Unfortunately, MicroStrategy’s software segment has been stuck in neutral or reverse for much of the past decade. While recent double-digit growth in subscription services revenue has been a bright spot, the company’s sales have fallen 14.4% over the past decade (through 2023).

Almost all of MicroStrategy’s nearly $24 billion market cap is traceable Bitcoin (BTC 0.34%) holdings. As of July 31, 2024, he held 226,500 Bitcoins, which is more than 1% of the 21 million tokens that will ever be mined. It is the largest corporate holder of the world’s largest cryptocurrency by market value.

Even if you’re a crypto-optimist, there are a few brilliant flaws in MicroStrategy’s valuation and operating strategy.

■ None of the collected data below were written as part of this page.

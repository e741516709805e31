// The demo crew's print requests: the 2nd AC asks the 1st AC (who has the cart printer) for parts.
// One waits for an answer, one is accepted and owed, one is handed over and still owed. None is paid:
// payments happen only through the payments service's webhook (try it on the local fake).
import type { SeedFn } from './seed';
import { Crew, CrewMember, Part, PartRevision, PrintRequest, Printer, User } from '../db/models';
import { DEMO_ACCOUNTS } from './0001-demo-crew';
import { DEMO_SECOND_MEMBER } from './0017-demo-crew-shelf';

async function demoUser(email: string): Promise<User> {
  const user = await User.findOne({ where: { email } });
  if (!user) throw new Error(`the demo print-request seeder needs the demo account ${email} (seeders 0001 and 0017)`);
  return user;
}

async function shelfPartId(title: string): Promise<number> {
  const revision = await PartRevision.findOne({ where: { title, status: 'published' } });
  const part = revision ? await Part.findByPk(revision.partId) : null;
  if (!part) throw new Error(`the demo print-request seeder needs the published demo part "${title}" (seeder 0003)`);
  return part.id;
}

/** The demo crew both are in (seeder 0017). */
async function sharedCrew(a: User, b: User): Promise<Crew> {
  const ofA = (await CrewMember.findAll({ where: { userId: a.id } })).map((m) => m.crewId);
  const both = (await CrewMember.findAll({ where: { userId: b.id } })).map((m) => m.crewId).filter((id) => ofA.includes(id));
  if (!both.length) throw new Error('the demo print-request seeder needs the demo crew with both 1st and 2nd AC (seeder 0017)');
  return (await Crew.findByPk(Math.min(...both)))!;
}

export const up: SeedFn = async ({ context: { services } }) => {
  const printRequests = services?.printRequests;
  if (!printRequests) throw new Error('the demo print-request seeder needs the print-request service');
  const owner = await demoUser(DEMO_ACCOUNTS.find((a) => a.role === 'member')!.email);
  const asker = await demoUser(DEMO_SECOND_MEMBER.email);
  if (await PrintRequest.findOne({ where: { requesterId: asker.id, ownerId: owner.id } })) return;
  const crew = await sharedCrew(owner, asker);
  const cart = await Printer.findOne({ where: { ownerId: owner.id, name: 'Cart printer' } });
  if (!cart) throw new Error('the demo print-request seeder needs the demo member’s cart printer (seeder 0004)');

  const ask = (partTitle: string, quantity: number, neededBy: string, note: string) =>
    shelfPartId(partTitle).then((partId) => printRequests.create(asker, { crewId: crew.id, printerId: cart.id, partId, quantity, neededBy, note }));

  await ask('V-style plate spacer, 6 mm', 4, '2030-03-02', 'Two for each battery plate on the dolly.');
  const accepted = await ask('Receiver cradle for 15 mm rods', 1, '2030-02-20', 'For the focus puller’s receiver on the B camera.');
  await printRequests.step(owner, accepted.id, 'accept', 'Printing it Thursday night.');
  const done = await ask('V-style plate spacer, 6 mm', 2, '2030-01-28', 'Spares for the car rig.');
  for (const step of ['accept', 'printed', 'handed-over'] as const) await printRequests.step(owner, done.id, step, null);
};
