# --- an amount and its pay period --------------------------------------------------------
#
# The chosen amount may carry its own period ("5,600 per month"), which must agree with the
# companion period field and be a period the schema can record.  When the document states
# the same pay in two periods ("USD 5,600 per month, i.e. USD 67,200 per annum"), the
# statement in a period the schema records is taken; when no such restatement exists, the
# contradiction stays and both fields go to review.


def pay_units(spec: FieldSpec, schema: TargetSchema) -> dict[str, str]:
    """The pay periods a money field's value may be quoted in, each with the value that
    records it: those its companion period field lists ({"year": "year", "hour": "hour"}),
    otherwise those its title and description name ("Annual salary" → year)."""
    for period_name, money_name in companions(schema).items():
        if money_name == spec.name:
            return period_values(schema.field(period_name))
    return {unit: unit for unit in periods_in(f"{spec.title} {spec.name.replace('_', ' ')} {spec.description or ''}")}


def period_values(spec: FieldSpec) -> dict[str, str]:
    """{period: the choice value that records it} for a period choice field."""
    out: dict[str, str] = {}
    for canonical, variants in spec.hints.aliases:
        for word in (canonical, *variants):
            unit = period_unit(word)
            if unit is not None:
                out.setdefault(unit, canonical)
                break
    return out
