def _layout(pdf: Any, page: Any, stats: _Stats, options: ExtractOptions) -> int:
    """Interpret the page within the character budget and fill pdfplumber's layout cache.

    Returns the number of characters drawn invisibly (text render mode 3 or 7).
    """
    from pdfminer.pdfinterp import PDFPageInterpreter

    limit = options.limits.chars
    device = _aggregator_class()(pdf, page.page_number, max(0, limit - stats.chars), limit)
    PDFPageInterpreter(pdf.rsrcmgr, device).process_page(page.page_obj)
    page._layout = device.get_result()  # what the page.layout property computes, uncapped
    return int(device.invisible)


def _read_page(builder: TextBuilder, pdf: Any, page: Any, stats: _Stats, options: ExtractOptions, ocr: Any) -> None:
    _read_page_text(builder, pdf, page, stats, options, ocr)
    _add_annotations(builder, page, stats, options)


def _read_page_text(builder: TextBuilder, pdf: Any, page: Any, stats: _Stats, options: ExtractOptions, ocr: Any) -> None:
    invisible = _layout(pdf, page, stats, options)
    deduped, removed = _dedupe(page)
    chars = deduped.chars
    images = page.images
    stats.chars += len(chars)
    stats.images += len(images)
    if stats.chars > options.limits.chars:
        raise _too_many_chars(options.limits.chars)
    if removed:
        builder.warnings.append("dedupe_applied")
    covered = _covered_by_image(page, images)
    if chars:
        if covered and invisible >= len(chars) // 2:
            builder.warnings.append("ocr_text_layer")
        elif invisible:
            builder.warnings.append("hidden_text")
        if _outside(page, chars):
            builder.warnings.append("text_outside_page")
        _add_page(builder, deduped, page.page_number, stats)
        return
    if not images and not page.curves and not page.rects:
        return  # a blank page
    if ocr is not None:
        _ocr_page(builder, ocr, page.page_number - 1, stats, options)
        return
    stats.image_only_pages += 1


def _ocr_page(builder: TextBuilder, ocr: Any, index: int, stats: _Stats, options: ExtractOptions) -> None:
    from .ocr import OcrError

    try:
        lines = ocr.read_page(index)
    except OcrError:
        builder.warnings.append("ocr_failed")
        stats.image_only_pages += 1
        return
    if not lines:
        stats.image_only_pages += 1
        return
    for line in lines:
        builder.add_line(line)
        stats.chars += len(line)
    if stats.chars > options.limits.chars:
        raise _too_many_chars(options.limits.chars)
    builder.warnings.append("ocr")
    stats.ocr_pages += 1


def _covered_by_image(page: Any, images: list[dict[str, Any]]) -> bool:
    area = max(1.0, float(page.width) * float(page.height))
    for image in images:
        width = max(0.0, min(image["x1"], page.bbox[2]) - max(image["x0"], page.bbox[0]))
        height = max(0.0, min(image["bottom"], page.bbox[3]) - max(image["top"], page.bbox[1]))
        if width * height >= SCAN_COVERAGE * area:
            return True
    return False


def _outside(page: Any, chars: list[dict[str, Any]]) -> bool:
    x0, top, x1, bottom = page.bbox
    return any(c["x1"] < x0 or c["x0"] > x1 or c["bottom"] < top or c["top"] > bottom for c in chars)


def _dedupe(page: Any) -> tuple[Any, bool]:
    """pdfplumber's ``dedupe_chars`` (same text, font and position within 1 pt), in n log n.

    pdfplumber restores the original order with ``list.index`` on dicts, which is quadratic
    (minutes on a dense page); the characters kept are the same.
    """
    from pdfplumber.utils import cluster_objects

    chars = page.chars
    key = itemgetter("upright", "text", "fontname", "size")
    position = itemgetter("doctop", "x0")
    keep: set[int] = set()
    by_key: dict[Any, list[dict[str, Any]]] = {}
    for char in chars:
        by_key.setdefault(key(char), []).append(char)
    for group in by_key.values():
        if len(group) == 1:
            keep.add(id(group[0]))
            continue
        for row in cluster_objects(group, itemgetter("doctop"), 1):
            for column in cluster_objects(row, itemgetter("x0"), 1):
                keep.add(id(min(column, key=position)))
    if len(keep) == len(chars):
        return page, False
    return page.filter(lambda obj: obj.get("object_type") != "char" or id(obj) in keep), True


def _no_text_note(warnings: list[str]) -> str:
    """How to read a PDF of page images: the hint depends on whether OCR was asked for."""
    if "ocr_unavailable" in warnings:
        return "no text layer (a scan?); --ocr needs Tesseract: install tesseract-ocr and tesseract-ocr-eng"
    if "ocr_failed" in warnings or "ocr" in warnings:
        return "no text layer, and OCR read no text from its pages"
    return "no text layer (a scan?); run with --ocr to read it (needs tesseract-ocr)"


def _finish(builder: TextBuilder, source: str, stats: _Stats, logged: set[str], has_end: bool) -> Document:
    if stats.pages == 0:
        raise ReadFailure("failed", "no_pages", "the PDF has no pages")
    if stats.failed_pages and stats.failed_pages == stats.pages and stats.failure is not None:
        raise stats.failure
    if stats.image_only_pages and stats.chars:
        builder.warnings.append("image_only_pages")
    if stats.annots_failed:
        builder.warnings.append("annots_unreadable")
    if stats.failed_pages:
        builder.warnings.append("page_unreadable")
    if not has_end:
        builder.warnings.append("pdf_truncated")
    status, reason, note = DocStatus.OK, "", ""
    if stats.chars == 0:
        status = DocStatus.NO_TEXT_LAYER if stats.images or stats.image_only_pages else DocStatus.SUSPECT_EMPTY
        reason = status.value
        if status is DocStatus.NO_TEXT_LAYER:
            note = _no_text_note(builder.warnings)
    elif stats.failed_pages:
        status, reason = DocStatus.PARTIAL, "page_unreadable"
        note = f"{stats.failed_pages} of {stats.pages} pages could not be read"
    elif "stream_data_loss" in logged:
        status, reason = DocStatus.PARTIAL, "stream_data_loss"
    elif not has_end:
        status, reason, note = DocStatus.PARTIAL, "pdf_truncated", "the file is truncated (no end-of-file marker); what could be read was used"
    elif stats.form_values:
        status, reason = DocStatus.PARTIAL, "form_fields_not_read"
        note = f"{stats.form_values} filled form fields are not read (their values are not page text)"
    else:
        found = set(builder.warnings) | logged
        feature = next((name for name in _PARTIAL_FEATURES if name in found), None)
        if feature is not None:
            status, reason, note = DocStatus.PARTIAL, feature, _feature_note(feature, stats)
    return builder.build(source, "reader.pdf.v1", status=status, reason=reason, note=note)


def _feature_note(feature: str, stats: _Stats) -> str:
    """The note of a document that is partial because one feature failed (never content)."""
    if feature == "image_only_pages":
        return f"{stats.image_only_pages} of {stats.pages} pages are images only and were not read (no OCR); their text is missing"
    if feature == "annots_unreadable":
        return f"the annotations (comments, links) of {stats.annots_failed} of {stats.pages} pages could not be read; the page text was"
    if feature == "tables_unreadable":
        return f"table detection failed on {stats.tables_failed} of {stats.pages} pages; their tables were read as plain lines"
    return "the document information (metadata) could not be read; the page text was"


def _add_annotations(builder: TextBuilder, page: Any, stats: _Stats, options: ExtractOptions) -> None:
    """Append the text of the page's markup annotations, marked as :data:`ANNOTATION_REGION`.

    Every annotation is first resolved the way pdfplumber's ``page.annots`` resolves it
    (``resolve_all``: every object it refers to, stopping at pages and at an annotation's
    ``/Parent``), but within :data:`ANNOT_DEPTH` levels and a budget of
    :data:`ANNOT_OBJECTS` objects per document: annotations that refer back to each other
    (real #14 and #23, where pdfplumber fails on recursion) or that share objects so as to
    multiply the walk (a 1 KB file can ask pdfplumber for 2**40 steps) make the page's
    annotations unreadable: their text is left out and the page is counted for the warning
    ``annots_unreadable``.  ``/Contents`` is decoded as a PDF text string (UTF-16 or UTF-8
    with a byte-order mark, otherwise PDFDocEncoding; real #27).
    """
    try:
        texts = _annotation_texts(page, stats)
    except MemoryError:
        raise
    except Exception:  # noqa: BLE001 - _AnnotsUnreadable, broken objects, pdfminer's errors ...
        stats.annots_failed += 1
        return
    for text in texts:
        stats.annot_chars += len(text)
        if stats.chars + stats.annot_chars > options.limits.chars:
            raise _too_many_chars(options.limits.chars)
        start = builder.offset
        builder.add_text(text)
        builder.mark(ANNOTATION_REGION, start)


class _AnnotsUnreadable(Exception):
    """An annotation nests too deeply (a cycle) or refers to too many objects."""


def _deref(obj: Any) -> Any:
    """pdfminer's ``resolve1`` with a bound: ``8 0 obj 8 0 R endobj`` makes it loop forever."""
    from pdfminer.pdftypes import PDFObjRef

    for _ in range(32):
        if not isinstance(obj, PDFObjRef):
            return obj
        obj = obj.resolve()
    raise _AnnotsUnreadable()


def _annotation_texts(page: Any, stats: _Stats) -> list[str]:
    if page.page_obj.annots is None:
        return []
    raw = _deref(page.page_obj.annots)
    if not isinstance(raw, list):
        raw = [raw]
    annots = [_deref(annot) for annot in raw]
    for annot in annots:
        _walk_annotation(annot, stats)
    texts = []
    for annot in annots:
        if not isinstance(annot, dict):
            continue
        kind = getattr(_deref(annot.get("Subtype")), "name", None)
        if kind is None or kind in _ANNOTS_SKIPPED:
            continue
        text = _pdf_text(_deref(annot.get("Contents")))
        text = "\n".join(line.strip() for line in text.replace("\r\n", "\n").replace("\r", "\n").split("\n") if line.strip())
        if text:
            texts.append(text)
    return texts


def _walk_annotation(annot: Any, stats: _Stats) -> None:
    """Resolve everything ``annot`` refers to, as pdfplumber's ``resolve_all`` does, within
    :data:`ANNOT_DEPTH` levels and the document's budget (``stats.annot_objects``, spent
    here: once it is gone, every later page's annotations are unreadable at once)."""
    from pdfminer.pdftypes import PDFObjRef
    from pdfminer.psparser import PSLiteral

    def kind(obj: Any) -> Any:
        value = obj.get("Type") if isinstance(obj, dict) else None
        return value.name if isinstance(value, PSLiteral) else value

    stack: list[tuple[Any, int]] = [(annot, 0)]
    while stack:
        obj, depth = stack.pop()
        stats.annot_objects -= 1
        if stats.annot_objects < 0 or depth > ANNOT_DEPTH:
            raise _AnnotsUnreadable()
        if isinstance(obj, PDFObjRef):
            resolved = obj.resolve()
            if kind(resolved) not in ("Page", b"Page"):  # pdfplumber stops at pages
                stack.append((resolved, depth + 1))
        elif isinstance(obj, (list, tuple)):
            stack.extend((item, depth + 1) for item in obj)
        elif isinstance(obj, dict):
            skip = "Parent" if kind(obj) in ("Annot", b"Annot") else None
            stack.extend((value, depth + 1) for key, value in obj.items() if key != skip)


def _pdf_text(value: Any) -> str:
    """A PDF text string (ISO 32000-2 §7.9.2.2): UTF-16BE or UTF-8 after a byte-order mark,
    else PDFDocEncoding.  A UTF-16LE byte-order mark, which some writers use, is honoured."""
    from pdfminer.utils import PDFDocEncoding

    if isinstance(value, str):
        return value
    if not isinstance(value, bytes):
        return ""
    if value.startswith(b"\xfe\xff"):
        return value[2:].decode("utf-16-be", errors="replace")
    if value.startswith(b"\xff\xfe"):
        return value[2:].decode("utf-16-le", errors="replace")
    if value.startswith(b"\xef\xbb\xbf"):
        return value[3:].decode("utf-8", errors="replace")
    return "".join(PDFDocEncoding[byte] for byte in value)


def _add_page(builder: TextBuilder, page: Any, number: int, stats: _Stats) -> None:
    try:
        tables = [t for t in page.find_tables() if t.bbox]
    except MemoryError:
        raise
    except Exception:  # noqa: BLE001 - the page's text is still read, as lines
        builder.warnings.append("tables_unreadable")
        stats.tables_failed += 1
        tables = []
    boxes = [t.bbox for t in tables]
    items: list[tuple[float, int, Any]] = []
    for index, table in enumerate(tables):
        items.append((table.bbox[1], 1, ("table", table, index)))
    words = page.extract_words(x_tolerance=3, y_tolerance=3, keep_blank_chars=False)
    free = [w for w in words if not _inside(w, boxes)]
    for top, text in _lines(free):
        items.append((top, 0, ("line", text)))
    items.sort(key=lambda item: (item[0], item[1]))
    for _, _, payload in items:
        if payload[0] == "line":
            builder.add_line(payload[1])
        else:
            rows = extract_table(payload[1])
            builder.add_table([[cell or "" for cell in row] for row in rows], page=number)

For starters, investors are paying a staggering premium to own shares of MicroStrategy when they could just buy a Bitcoin exchange-traded fund (ETF) or the cryptocurrency directly. Based on a current token price (at the time of writing) of $56,665 for Bitcoin, MicroStrategy’s digital asset portfolio is worth approximately $12.8 billion. If we generously place a $1 billion valuation on the company’s shrinking software segment, we arrive at a current premium of about $10 billion for its Bitcoin assets.

In other words, investors are paying nearly $98,000 per Bitcoin to own MicroStrategy stock, when they could pay $56,665 to buy it directly on a crypto exchange. This premium makes no sense.

Second, CEO Michael Saylor financed his company’s purchases of Bitcoin through a variety of convertible debt offerings. While this strategy works wonders when Bitcoin is in a bull market, it is a terribly bad idea when the world’s largest cryptocurrency by market cap enters an extended bear market, which it has done on several occasions since its beginnings. MicroStrategy’s software business does not generate enough positive operating cash flow to service its debt.

The third issue to consider is that Saylor has tied his company’s future to a digital token and blockchain which, to be clear, are not special. Bitcoin’s first-mover advantages have largely disappeared, with numerous blockchain-based payment networks outperforming it based on settlement time and transaction cost.

I’m not a fan of Bitcoin, which makes MicroStrategy an easy stock to avoid like the September plague. But even if you’re bullish on the world’s largest cryptocurrency, buying a stake in a heavily indebted and money-losing software company and paying a 73% premium for that stake compared to Bitcoin’s current price, is probably the worst possible way. to show your support.